Each of the entries beneath this task should be written out exactly.
[Source material]
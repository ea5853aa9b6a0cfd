#ifndef READ_KEYS_H
#define READ_KEYS_H

#include <stdbool.h>
#include <stddef.h>

#include "base/text.h"

typedef enum {
	BH_KEY_NUMBER,
	BH_KEY_WHOLE,
	BH_KEY_TEXT,
	BH_KEY_WORD,
	BH_KEY_FLAG,
	BH_KEY_NUMBERS,
	BH_KEY_WHOLES,
	BH_KEY_TEXTS,
	BH_KEY_DURATION
} bh_key_type;

typedef enum { BH_FILE_REQUEST, BH_FILE_INSTRUMENT } bh_key_file;

/* One key of a request or instrument file. Everything that is known of a key stands in its
 * row: reader, messages, help and README are made from it. */
typedef struct {
	bh_key_file file;
	const char *section; /* "" at the top level; "phase", "site", "aim line", ... */
	const char *name;
	bh_key_type type;
	const char *unit; /* "" for a pure number                  */
	double low, high; /* allowed values, ends included         */
	const char
		*fallback; /* text of the default; NULL: must be given; "" : left out */
	const char *words; /* allowed words of a BH_KEY_WORD, by blanks */
	const char *help;
} bh_key;

extern const bh_key bh_keys[];
extern const size_t bh_key_count;

/* The row, or NULL. */
const bh_key *bh_key_find(bh_key_file file, const char *section, const char *name);

/* All keys of one kind of file as Markdown tables, for README. */
void bh_keys_markdown(bh_text *text, bh_key_file file);

#endif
[/Source material]
Written response
repository ea5853aa9b6a0cfd
#ifndef READ_KEYS_H
#define READ_KEYS_H

#include <stdbool.h>
#include <stddef.h>

#include "base/text.h"

typedef enum {
	BH_KEY_NUMBER,
	BH_KEY_WHOLE,
	BH_KEY_TEXT,
	BH_KEY_WORD,
	BH_KEY_FLAG,
	BH_KEY_NUMBERS,
	BH_KEY_WHOLES,
	BH_KEY_TEXTS,
	BH_KEY_DURATION
} bh_key_type;

typedef enum { BH_FILE_REQUEST, BH_FILE_INSTRUMENT } bh_key_file;

/* One key of a request or instrument file. Everything that is known of a key stands in its
 * row: reader, messages, help and README are made from it. */
typedef struct {
	bh_key_file file;
	const char *section; /* "" at the top level; "phase", "site", "aim line", ... */
	const char *name;
	bh_key_type type;
	const char *unit; /* "" for a pure number                  */
	double low, high; /* allowed values, ends included         */
	const char
		*fallback; /* text of the default; NULL: must be given; "" : left out */
	const char *words; /* allowed words of a BH_KEY_WORD, by blanks */
	const char *help;
} bh_key;

extern const bh_key bh_keys[];
extern const size_t bh_key_count;

/* The row, or NULL. */
const bh_key *bh_key_find(bh_key_file file, const char *section, const char *name);

/* All keys of one kind of file as Markdown tables, for README. */
void bh_keys_markdown(bh_text *text, bh_key_file file);

#endif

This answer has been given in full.